I've tried a lot of approaches to training models concurrently with the multiprocessing module in a SageMaker instance.
Either multiple processes spawn, and they crash when they hit the train() call, or the processes run sequentially (sometimes crashing after 1 process runs its course).
I've run a few examples of multiprocessing that generate random arrays to make sure multiprocessing is working in general. This leads me to believe there's an issue either in the way I'm handling data or tensorflow in conjunction with the async functionality.
I stripped everything down to mimic the code here, but my print statements following the async map/before the wait do not print:
def trainNetworks(numProcesses=1):
if __name__ == '__main__':
batches = []
netInCt = len(master_in.network_inputs)
batchSize = math.ceil(netInCt / numProcesses)
for i in range(numProcesses):
batchStartIdx = (i * batchSize) # inclusive idx
batchEndIdx = ((i + 1) * batchSize) if (((i + 1) * batchSize) < netInCt) else netInCt # exclusive idx
netBatch = copy.deepcopy(master_in.network_inputs[batchStartIdx:batchEndIdx])
batches.append(netBatch)
po = multiprocessing.Pool(numProcesses)
batchOut = po.map_async(trainNetBatch, batches)#.get()

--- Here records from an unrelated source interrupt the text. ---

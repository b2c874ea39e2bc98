/**
 * The pane's geocoding section: the user's own service (URL template with {address}, optional
 * headers), a lookup with progress and cancel, a review list with the doubtful matches first,
 * and the explicit "Add coordinates to the sheet". Nothing is preset and nothing is sent until
 * the user gives a service and asks for the lookup. The answers are kept in the workbook's
 * very hidden sheet; the headers (an API key) never are.
 */
import {
  GEOCODE_CACHE_SHEET,
  addressTargets,
  applyGeocodes,
  cacheRows,
  checkGeocoderTemplate,
  coordinateColumns,
  geocodeAddresses,
  matchText,
  parseHeaderLine,
  readCacheSheet,
  type LocatedTables,
  type ReviewItem,
} from "../geocode/index.js";
import type { SheetRead } from "../sheets/grid.js";
import { parseSettingValue } from "../sheets/settingsSchema.js";
import type { PaneSource, PickedTable } from "./PaneSource.js";

/** What the panel needs from the pane. */
export interface GeocodeHost {
  source(): PaneSource;
  tables(): { stops?: PickedTable; fleet?: PickedTable };
  /** Called when located tables appear or go: the pane reads the tables again. */
  changed(): Promise<void>;
  guard<A extends unknown[]>(action: string, fn: (...args: A) => unknown): (...args: A) => void;
}

/** The geocoding section of the pane. */
export class GeocodePanel {
  private readonly el = {
    url: byId<HTMLInputElement>("geocoder-url"),
    headers: byId<HTMLTextAreaElement>("geocoder-headers"),
    rate: byId<HTMLInputElement>("geocoder-rate"),
    country: byId<HTMLInputElement>("geocoder-country"),
    again: byId<HTMLInputElement>("geocoder-again"),
    run: byId<HTMLButtonElement>("geocode"),
    cancel: byId<HTMLButtonElement>("geocode-cancel"),
    write: byId<HTMLButtonElement>("geocode-write"),
    progress: byId("geocode-progress"),
    review: byId<HTMLOListElement>("geocode-review"),
  };
  private located: { stops: SheetRead; fleet?: SheetRead; result: LocatedTables } | undefined;
  private abort: AbortController | undefined;

  constructor(private readonly host: GeocodeHost) {}

  /** Wire the buttons. */
  init(): void {
    this.el.run.addEventListener(
      "click",
      this.host.guard("Look up addresses", () => this.lookUp()),
    );
    this.el.cancel.addEventListener("click", () => this.abort?.abort());
    this.el.write.addEventListener(
      "click",
      this.host.guard("Add coordinates to the sheet", () => this.addToSheet()),
    );
  }

  /**
   * The tables to plan: with geocoded coordinates when the lookup was made on these very reads.
   *
   * @param stops - the stops table as picked
   * @param fleet - the fleet table as picked
   * @returns the reads to give `readProblem`, and the stops not found
   */
  input(stops: SheetRead, fleet: SheetRead): { stops: SheetRead; fleet: SheetRead; unlocated?: ReadonlyMap<number, string> } {
    const l = this.located;
    if (!l || l.stops !== stops || (l.fleet !== undefined && l.fleet !== fleet)) return { stops, fleet };
    return { stops: l.result.stops, fleet: l.result.fleet ?? fleet, unlocated: l.result.unlocated };
  }

  /**
   * Start the Default country from the workbook's Settings sheet (its "Default country" row, the
   * one schema field the CLI reads too); a workbook without one leaves the field empty.
   *
   * @param country - the Settings sheet's default country, if it has one
   */
  startFrom(country: string | undefined): void {
    this.el.country.value = country ?? "";
  }

  /**
   * The review of the lookup made on these very reads (empty when none was), for the map.
   *
   * @param stops - the stops table as picked
   * @returns the review list, the most doubtful first
   */
  review(stops: SheetRead): readonly ReviewItem[] {
    return this.located?.stops === stops ? this.located.result.review : [];
  }

  /** Forget the lookup (a new workbook was opened). */
  reset(): void {
    this.abort?.abort();
    this.located = undefined;
    this.el.review.replaceChildren();
    this.el.progress.textContent = "";
    this.el.write.disabled = true;
  }

  private async lookUp(): Promise<void> {
    const { stops, fleet } = this.host.tables();
    const el = this.el;
    if (!stops) return void (el.progress.textContent = "Choose the stops table first.");
    const setup = this.setup();
    if ("message" in setup) return void (el.progress.textContent = setup.message);
    const port = this.host.source().port;
    const tables = { stops: stops.read, ...(fleet ? { fleet: fleet.read } : {}) };
    const { targets, typed } = addressTargets(tables, setup.country);
    if (targets.length === 0) {
      el.progress.textContent = "Every row with an address already has coordinates; nothing to look up.";
      return;
    }
    const cache = readCacheSheet(
      (await port.listSheets()).includes(GEOCODE_CACHE_SHEET) ? await port.readSheet(GEOCODE_CACHE_SHEET) : undefined,
    );
    this.abort = new AbortController();
    el.run.disabled = true;
    el.cancel.disabled = false;
    el.write.disabled = true;
    try {
      const run = await geocodeAddresses(
        targets.map((t) => t.address),
        {
          template: setup.template,
          headers: setup.headers,
          ratePerSecond: setup.rate,
          again: el.again.checked,
          cache,
          signal: this.abort.signal,
          onProgress: (p) => {
            el.progress.textContent = `Looked up ${p.done} of ${p.total} addresses · about ${Math.ceil(p.secondsLeft)} s left`;
          },
        },
      );
      if (cache.size > 0) await port.writeVeryHiddenSheet(GEOCODE_CACHE_SHEET, cacheRows(cache));
      const result = applyGeocodes(tables, targets, typed, run.answers);
      this.located = { stops: stops.read, ...(fleet ? { fleet: fleet.read } : {}), result };
      const done = result.review.length;
      el.progress.textContent = run.error
        ? `Stopped: ${run.error} ${done} of ${targets.length} addresses were found before.`
        : `${run.cancelled ? "Cancelled: " : ""}${done} of ${targets.length} addresses looked up (${run.requests} requests to the service, the rest from the answers kept in the workbook).`;
      this.render(result);
      el.write.disabled = result.filled === 0;
      await this.host.changed();
    } finally {
      el.run.disabled = false;
      el.cancel.disabled = true;
      this.abort = undefined;
    }
  }

  /** "Add coordinates to the sheet": only into empty cells, only on this click. */
  private async addToSheet(): Promise<void> {
    const l = this.located;
    const { stops, fleet } = this.host.tables();
    if (!l || !stops || l.stops !== stops.read) return void (this.el.progress.textContent = "Look the addresses up first.");
    const port = this.host.source().port;
    let written = 0;
    for (const [original, filled, kind] of [
      [l.stops, l.result.stops, "stops"],
      ...(l.fleet && l.result.fleet && fleet ? [[l.fleet, l.result.fleet, "fleet"] as const] : []),
    ] as const) {
      const block = coordinateColumns(original, filled, l.result.review, kind);
      if (block) written += await port.fillEmptyCells(original.sheet, block.row, block.col, block.values);
    }
    this.el.progress.textContent = `Added ${written} cells (coordinates, start and end depot coordinates beside address text, and the Geocode match) to the sheets; no cell that held a value was changed.`;
    this.el.write.disabled = true;
  }

  private setup(): { template: string; headers: Record<string, string>; rate: number; country?: string } | { message: string } {
    const el = this.el;
    const template = el.url.value.trim();
    if (template === "")
      return { message: "Give the URL of a geocoding service of your choice first (with {address} where the address goes)." };
    const problem = checkGeocoderTemplate(template);
    if (problem) return { message: `Geocoder URL: ${problem}` };
    const headers: Record<string, string> = {};
    for (const line of el.headers.value
      .split("\n")
      .map((l) => l.trim())
      .filter((l) => l !== "")) {
      const h = parseHeaderLine(line);
      if ("message" in h) return { message: `Headers: ${h.message}` };
      headers[h.name] = h.value;
    }
    const rate = Number(el.rate.value || "1");
    if (!(rate > 0 && rate <= 50))
      return { message: "Requests / s: type a number above 0 and up to 50, such as 1 (check the service's usage policy)." };
    let country: string | undefined;
    if (el.country.value.trim() !== "") {
      const c = parseSettingValue("country", el.country.value);
      if (!c.ok) return { message: c.message };
      country = String(c.value);
    }
    return { template, headers, rate, ...(country !== undefined ? { country } : {}) };
  }

  private render(result: LocatedTables): void {
    const select = this.host.source().selectCell;
    const items = result.review.map((r) => {
      const li = document.createElement("li");
      li.dataset.quality = r.quality;
      if (r.quality !== "found") li.className = r.quality === "not-found" ? "" : "warning";
      else li.className = "found";
      const cell = document.createElement(select ? "button" : "span");
      cell.className = "cell";
      cell.textContent = r.cell;
      if (select && cell instanceof HTMLButtonElement) {
        cell.type = "button";
        const [sheet, at] = r.cell.split("!") as [string, string];
        cell.addEventListener(
          "click",
          this.host.guard("Select cell", () => select.call(this.host.source(), sheet, at)),
        );
      }
      li.append(cell, `${r.address} → ${matchText(r)}`);
      return li;
    });
    for (const i of result.issues) {
      const li = document.createElement("li");
      li.textContent = i.message;
      items.unshift(li);
    }
    this.el.review.replaceChildren(...items);
  }
}

function byId<T extends HTMLElement = HTMLElement>(id: string): T {
  const el = document.getElementById(id);
  if (!el) throw new TypeError(`taskpane.html has no element #${id}`);
  return el as T;
}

# get will start the processes and execute them
print('abc')
po.wait()
print('zyx')
po.terminate()
# pickle master output
print('All done, pickling')
return 0
def trainNetBatch(netBatch):
for netIn in netBatch:
print('!!!starting ', batchStartIdx)
x = np.array(netIn.table)
y = np.array(netIn.labels)
from sklearn.model_selection import train_test_split
x_train, x_test, y_train, y_test = train_test_split(x, y, test_size = 0.2, random_state = 0)
ann = getNetModel()
print('!!!fitting ', batchStartIdx)
# train network
ann.fit(x_train, y_train, batch_size = 32, epochs = 100, verbose = 0)
print('!donefit ', batchStartIdx)
The instance CPU usage and memory never exceed ~30%, but the execution hangs.
In a few cases, I've had training execute for a few models, then a syntax error from BEFORE the fit() call halts execution. How would the code get past the error to call fit in the first place?